▶ _Assignment_
What is the number of lines in the data holding the word "catalogue"? Give that number by itself.
BEGIN Input material
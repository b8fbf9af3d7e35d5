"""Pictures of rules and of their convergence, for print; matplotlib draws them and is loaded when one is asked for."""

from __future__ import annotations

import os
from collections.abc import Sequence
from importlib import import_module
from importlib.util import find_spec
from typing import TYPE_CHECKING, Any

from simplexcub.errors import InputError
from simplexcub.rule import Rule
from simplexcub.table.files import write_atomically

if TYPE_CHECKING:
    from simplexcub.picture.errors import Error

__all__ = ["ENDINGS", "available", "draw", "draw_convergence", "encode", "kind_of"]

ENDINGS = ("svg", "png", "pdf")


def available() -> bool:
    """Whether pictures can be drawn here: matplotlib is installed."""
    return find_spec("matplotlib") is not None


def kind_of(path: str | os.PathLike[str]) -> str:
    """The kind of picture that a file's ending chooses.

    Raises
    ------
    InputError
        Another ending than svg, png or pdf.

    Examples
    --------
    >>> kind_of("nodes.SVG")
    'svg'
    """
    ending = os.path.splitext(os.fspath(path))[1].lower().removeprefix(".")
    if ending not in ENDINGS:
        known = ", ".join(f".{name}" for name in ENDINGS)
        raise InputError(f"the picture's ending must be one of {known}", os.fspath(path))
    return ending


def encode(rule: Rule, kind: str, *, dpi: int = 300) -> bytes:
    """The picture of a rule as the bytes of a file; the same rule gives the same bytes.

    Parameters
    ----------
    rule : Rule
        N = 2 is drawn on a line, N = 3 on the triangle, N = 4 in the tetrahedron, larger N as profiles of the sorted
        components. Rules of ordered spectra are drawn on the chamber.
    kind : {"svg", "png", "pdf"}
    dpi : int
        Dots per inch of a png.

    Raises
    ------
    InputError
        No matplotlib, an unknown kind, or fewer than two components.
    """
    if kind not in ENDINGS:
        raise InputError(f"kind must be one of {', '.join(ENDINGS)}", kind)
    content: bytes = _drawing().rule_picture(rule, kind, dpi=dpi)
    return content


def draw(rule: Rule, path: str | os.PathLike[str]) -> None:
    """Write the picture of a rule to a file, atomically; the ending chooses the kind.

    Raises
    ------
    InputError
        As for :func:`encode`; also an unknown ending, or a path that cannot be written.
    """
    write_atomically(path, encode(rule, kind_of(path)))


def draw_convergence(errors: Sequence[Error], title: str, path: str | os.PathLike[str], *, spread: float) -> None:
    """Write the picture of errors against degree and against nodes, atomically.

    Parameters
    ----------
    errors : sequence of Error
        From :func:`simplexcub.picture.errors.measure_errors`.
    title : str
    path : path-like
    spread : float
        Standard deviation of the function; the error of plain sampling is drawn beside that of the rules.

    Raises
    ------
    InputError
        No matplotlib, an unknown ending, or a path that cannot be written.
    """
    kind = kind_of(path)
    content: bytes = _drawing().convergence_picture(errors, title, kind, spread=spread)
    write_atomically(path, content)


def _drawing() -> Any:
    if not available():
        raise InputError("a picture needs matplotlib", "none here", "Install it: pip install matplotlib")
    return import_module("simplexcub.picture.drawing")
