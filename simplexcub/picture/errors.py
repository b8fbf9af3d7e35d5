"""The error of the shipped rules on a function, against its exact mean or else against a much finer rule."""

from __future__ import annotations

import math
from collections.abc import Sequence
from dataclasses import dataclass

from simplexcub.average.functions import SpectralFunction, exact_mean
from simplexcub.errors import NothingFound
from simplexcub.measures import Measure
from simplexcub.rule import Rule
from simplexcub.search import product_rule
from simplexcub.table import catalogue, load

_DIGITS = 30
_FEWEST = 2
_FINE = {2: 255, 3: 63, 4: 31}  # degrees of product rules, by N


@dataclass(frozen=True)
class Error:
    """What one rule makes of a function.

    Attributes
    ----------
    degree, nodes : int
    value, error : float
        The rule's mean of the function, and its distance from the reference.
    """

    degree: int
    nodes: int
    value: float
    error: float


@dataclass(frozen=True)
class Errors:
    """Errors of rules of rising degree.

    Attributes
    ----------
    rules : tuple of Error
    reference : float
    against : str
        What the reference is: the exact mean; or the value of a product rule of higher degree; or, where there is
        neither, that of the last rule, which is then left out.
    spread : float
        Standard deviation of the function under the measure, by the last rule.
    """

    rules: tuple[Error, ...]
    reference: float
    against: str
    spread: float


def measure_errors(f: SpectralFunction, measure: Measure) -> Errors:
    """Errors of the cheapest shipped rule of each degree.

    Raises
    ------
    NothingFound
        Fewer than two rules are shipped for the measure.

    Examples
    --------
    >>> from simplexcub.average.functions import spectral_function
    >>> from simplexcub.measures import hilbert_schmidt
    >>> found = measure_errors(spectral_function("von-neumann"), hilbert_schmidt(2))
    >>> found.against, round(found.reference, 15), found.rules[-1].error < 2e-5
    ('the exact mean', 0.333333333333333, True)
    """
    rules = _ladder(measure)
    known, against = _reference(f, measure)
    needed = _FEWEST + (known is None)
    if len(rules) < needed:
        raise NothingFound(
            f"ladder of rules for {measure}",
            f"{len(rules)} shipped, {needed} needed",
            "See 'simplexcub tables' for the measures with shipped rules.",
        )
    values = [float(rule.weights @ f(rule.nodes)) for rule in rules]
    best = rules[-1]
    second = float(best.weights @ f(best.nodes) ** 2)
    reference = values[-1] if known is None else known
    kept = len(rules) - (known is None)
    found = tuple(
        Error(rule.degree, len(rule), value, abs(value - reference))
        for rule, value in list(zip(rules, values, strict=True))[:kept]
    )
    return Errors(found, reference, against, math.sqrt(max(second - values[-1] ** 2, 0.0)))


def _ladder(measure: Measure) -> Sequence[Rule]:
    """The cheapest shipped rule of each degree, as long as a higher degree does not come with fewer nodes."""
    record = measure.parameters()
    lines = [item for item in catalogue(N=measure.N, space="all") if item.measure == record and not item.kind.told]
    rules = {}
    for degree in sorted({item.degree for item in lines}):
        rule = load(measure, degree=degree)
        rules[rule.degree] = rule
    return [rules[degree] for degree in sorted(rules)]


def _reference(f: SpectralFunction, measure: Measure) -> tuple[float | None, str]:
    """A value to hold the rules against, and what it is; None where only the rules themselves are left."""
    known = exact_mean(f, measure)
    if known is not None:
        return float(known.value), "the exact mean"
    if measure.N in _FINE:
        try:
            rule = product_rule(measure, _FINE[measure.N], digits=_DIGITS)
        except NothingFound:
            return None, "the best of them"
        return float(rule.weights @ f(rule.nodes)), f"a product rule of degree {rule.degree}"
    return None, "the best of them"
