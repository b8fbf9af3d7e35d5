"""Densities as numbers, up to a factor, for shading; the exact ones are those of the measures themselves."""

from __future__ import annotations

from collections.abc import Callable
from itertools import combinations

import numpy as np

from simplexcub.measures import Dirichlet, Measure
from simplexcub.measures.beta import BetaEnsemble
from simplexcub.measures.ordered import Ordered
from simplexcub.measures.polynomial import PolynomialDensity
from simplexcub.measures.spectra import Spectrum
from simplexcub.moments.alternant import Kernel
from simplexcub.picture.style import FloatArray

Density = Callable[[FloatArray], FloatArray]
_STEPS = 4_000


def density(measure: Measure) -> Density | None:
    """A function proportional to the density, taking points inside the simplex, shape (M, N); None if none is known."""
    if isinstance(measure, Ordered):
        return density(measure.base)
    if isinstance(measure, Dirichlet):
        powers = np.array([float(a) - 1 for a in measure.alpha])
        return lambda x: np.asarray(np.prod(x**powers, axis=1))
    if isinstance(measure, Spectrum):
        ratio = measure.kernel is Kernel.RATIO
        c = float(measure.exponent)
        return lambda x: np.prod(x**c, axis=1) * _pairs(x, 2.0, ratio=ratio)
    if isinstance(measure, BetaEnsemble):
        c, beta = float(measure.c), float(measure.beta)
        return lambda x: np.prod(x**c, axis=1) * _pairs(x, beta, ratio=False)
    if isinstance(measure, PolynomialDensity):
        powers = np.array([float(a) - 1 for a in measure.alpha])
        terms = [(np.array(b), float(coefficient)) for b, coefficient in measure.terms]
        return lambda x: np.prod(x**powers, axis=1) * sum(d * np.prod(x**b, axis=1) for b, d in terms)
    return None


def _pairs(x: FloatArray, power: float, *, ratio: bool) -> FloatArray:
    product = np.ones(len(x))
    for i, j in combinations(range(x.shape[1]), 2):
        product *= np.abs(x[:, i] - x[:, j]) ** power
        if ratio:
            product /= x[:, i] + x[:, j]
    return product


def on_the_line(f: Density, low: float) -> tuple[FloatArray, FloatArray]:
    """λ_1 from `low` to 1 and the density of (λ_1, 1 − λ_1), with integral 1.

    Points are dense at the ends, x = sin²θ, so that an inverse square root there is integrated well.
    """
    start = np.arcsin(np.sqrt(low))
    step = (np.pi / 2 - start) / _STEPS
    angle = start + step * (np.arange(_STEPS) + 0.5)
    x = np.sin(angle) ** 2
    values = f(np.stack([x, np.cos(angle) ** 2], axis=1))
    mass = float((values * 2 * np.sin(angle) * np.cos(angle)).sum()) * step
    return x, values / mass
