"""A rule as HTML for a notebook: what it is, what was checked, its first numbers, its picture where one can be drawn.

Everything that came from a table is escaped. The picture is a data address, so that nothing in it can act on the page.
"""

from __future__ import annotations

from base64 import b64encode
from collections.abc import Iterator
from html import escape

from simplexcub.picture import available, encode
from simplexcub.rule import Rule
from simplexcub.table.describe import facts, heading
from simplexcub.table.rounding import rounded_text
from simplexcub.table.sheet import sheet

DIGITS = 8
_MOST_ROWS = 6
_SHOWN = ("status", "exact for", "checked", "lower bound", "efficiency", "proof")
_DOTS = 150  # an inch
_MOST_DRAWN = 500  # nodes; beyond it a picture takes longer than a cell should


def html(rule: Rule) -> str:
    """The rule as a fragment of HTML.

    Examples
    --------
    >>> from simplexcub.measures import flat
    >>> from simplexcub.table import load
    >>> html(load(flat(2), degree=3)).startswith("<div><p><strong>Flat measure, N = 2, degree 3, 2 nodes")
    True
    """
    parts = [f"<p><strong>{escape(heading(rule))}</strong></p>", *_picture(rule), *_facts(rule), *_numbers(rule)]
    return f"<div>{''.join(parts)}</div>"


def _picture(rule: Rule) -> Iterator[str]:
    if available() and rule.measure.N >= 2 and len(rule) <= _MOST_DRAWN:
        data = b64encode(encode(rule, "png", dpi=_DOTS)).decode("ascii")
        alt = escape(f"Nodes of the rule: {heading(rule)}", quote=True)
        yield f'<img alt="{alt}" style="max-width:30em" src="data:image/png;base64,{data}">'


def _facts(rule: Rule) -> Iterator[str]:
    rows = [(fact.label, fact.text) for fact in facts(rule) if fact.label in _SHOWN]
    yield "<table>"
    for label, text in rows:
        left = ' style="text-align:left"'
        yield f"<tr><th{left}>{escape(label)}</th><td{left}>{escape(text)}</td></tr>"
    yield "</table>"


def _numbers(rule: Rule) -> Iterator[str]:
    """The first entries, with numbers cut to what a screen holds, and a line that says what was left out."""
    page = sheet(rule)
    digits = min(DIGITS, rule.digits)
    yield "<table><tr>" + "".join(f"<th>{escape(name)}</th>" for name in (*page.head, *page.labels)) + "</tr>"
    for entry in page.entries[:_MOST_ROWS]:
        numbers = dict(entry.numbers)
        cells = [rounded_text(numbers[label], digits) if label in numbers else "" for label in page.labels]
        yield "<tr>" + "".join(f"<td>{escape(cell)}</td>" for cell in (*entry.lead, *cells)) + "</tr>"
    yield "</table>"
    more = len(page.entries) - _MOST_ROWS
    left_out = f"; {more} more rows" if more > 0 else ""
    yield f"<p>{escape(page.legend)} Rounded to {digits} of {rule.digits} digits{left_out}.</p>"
END Input material
▶ _Answer section_
2